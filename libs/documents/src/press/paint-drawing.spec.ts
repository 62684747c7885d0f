import { ringDrawing, spineDrawing, stripDrawing, type Drawing } from '@libs/drawings';
import { PDFDocument } from 'pdf-lib';
import { describe, expect, it } from 'vitest';
import { FONTS } from '../../test/paper-fonts.js';
import { readTextBack } from '../../test/read-text-back.js';
import type { PageCanvas } from './page-canvas.js';
import { paintDrawing } from './paint-drawing.js';
import { printPages } from './print-pages.js';
import { Typeface } from './typeface.js';

const BOX = { x: 50, y: 60, widthPt: 200, heightPt: 180 };
const FRAME = { widthPt: 300, heightPt: 300, marginPt: { top: 0, right: 0, bottom: 0, left: 0 } };
const FACTS = { title: '', author: '', subject: '', issuedAt: new Date('2026-11-27T13:05:00.000Z') };
const printed = (drawing: Drawing) => printPages([{ marks: [{ kind: 'drawing', ...BOX, drawing }] }], FRAME, FACTS, new Typeface(FONTS));

const bar = { label: 'before', value: 3.12, uncertainty: 0.22, words: '3.12 ± 0.22' };
const strip = stripDrawing({ before: bar, after: [{ ...bar, label: 'after', value: 3.7 }], limit: { value: 3.74, words: 'limit +20 %' }, increase: { figure: '+18.6 %', interval: '16.2 to 21.0' }, unit: 'W/kg' });
const ring = ringDrawing({
  geometry: { kind: 'stator', outerDiameterM: 0.34, innerDiameterM: 0.218, slotDepthM: 0.028, slots: 48, stackLengthM: 0.22, ducts: 0, ductWidthM: 0, stackingFactor: 0.95, densityKgPerM3: 7700 },
  turns: 16,
  reading: { figure: '3.70', unit: 'W/kg', below: '1.32 T, 50 Hz' },
  heat: new Map([[7, 6.1]]),
  heatFullK: 10,
  hottestSlot: 7,
});
const spine = spineDrawing({ variant: 'mini', sheets: [{ id: 'a', label: 'A', state: 'done', gate: 'none' }, { id: 'b', label: 'B', state: 'open', gate: 'none' }, { id: 'c', label: 'C', state: 'to-come', gate: 'none' }] });

describe('painting a drawing on paper', () => {
  it.each([['ring', ring], ['strip', strip], ['spine', spine]] as const)('paints every shape of the %s, and a page that opens', async (_name, drawing) => {
    const file = await PDFDocument.load(await printed(drawing));
    expect(file.getPageCount()).toBe(1);
    const words = readTextBack(await printed(drawing)).join('\n');
    for (const shape of drawing.shapes) if (shape.kind === 'text' && shape.text !== '') expect(words).toContain(shape.text);
  });

  it('keeps words inside the drawing, however long they are', () => {
    const typeface = new Typeface(FONTS);
    const long = 'a very long name of a test that nobody would ever give '.repeat(3);
    const drawing: Drawing = {
      ...spine,
      width: 200,
      height: 40,
      shapes: (['start', 'middle', 'end'] as const).map((anchor, index) => ({ kind: 'text', x: [10, 60, 190][index] ?? 0, y: 20, text: long, size: 12, weight: 700, anchor, ink: 'text' })),
    };
    const seen: { x: number; width: number }[] = [];
    const canvas = { typeface, path: () => undefined, text: (text: string, x: number, _y: number, size: number, weight: 'regular' | 'bold') => seen.push({ x, width: typeface.widthOf(text, size, weight) }) };
    paintDrawing(canvas as unknown as PageCanvas, drawing, BOX);
    expect(seen).toHaveLength(3);
    for (const { x, width } of seen) {
      expect(x).toBeGreaterThanOrEqual(BOX.x - 0.01);
      expect(x + width).toBeLessThanOrEqual(BOX.x + BOX.widthPt + 0.01);
    }
  });

  it('prints nothing of a drawing that has no size', async () => {
    expect(readTextBack(await printed({ ...strip, width: 0 })).join('')).toBe('');
  });
});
━━━━━━━━
Output only the lines from the line that contains "paintDrawing(canvas as unknown" through the end of the entries, both included, exactly as they appear.

    paintDrawing(canvas as unknown as PageCanvas, drawing, BOX);
    expect(seen).toHaveLength(3);
    for (const { x, width } of seen) {
      expect(x).toBeGreaterThanOrEqual(BOX.x - 0.01);
      expect(x + width).toBeLessThanOrEqual(BOX.x + BOX.widthPt + 0.01);
    }
  });

  it('prints nothing of a drawing that has no size', async () => {
    expect(readTextBack(await printed({ ...strip, width: 0 })).join('')).toBe('');
  });
});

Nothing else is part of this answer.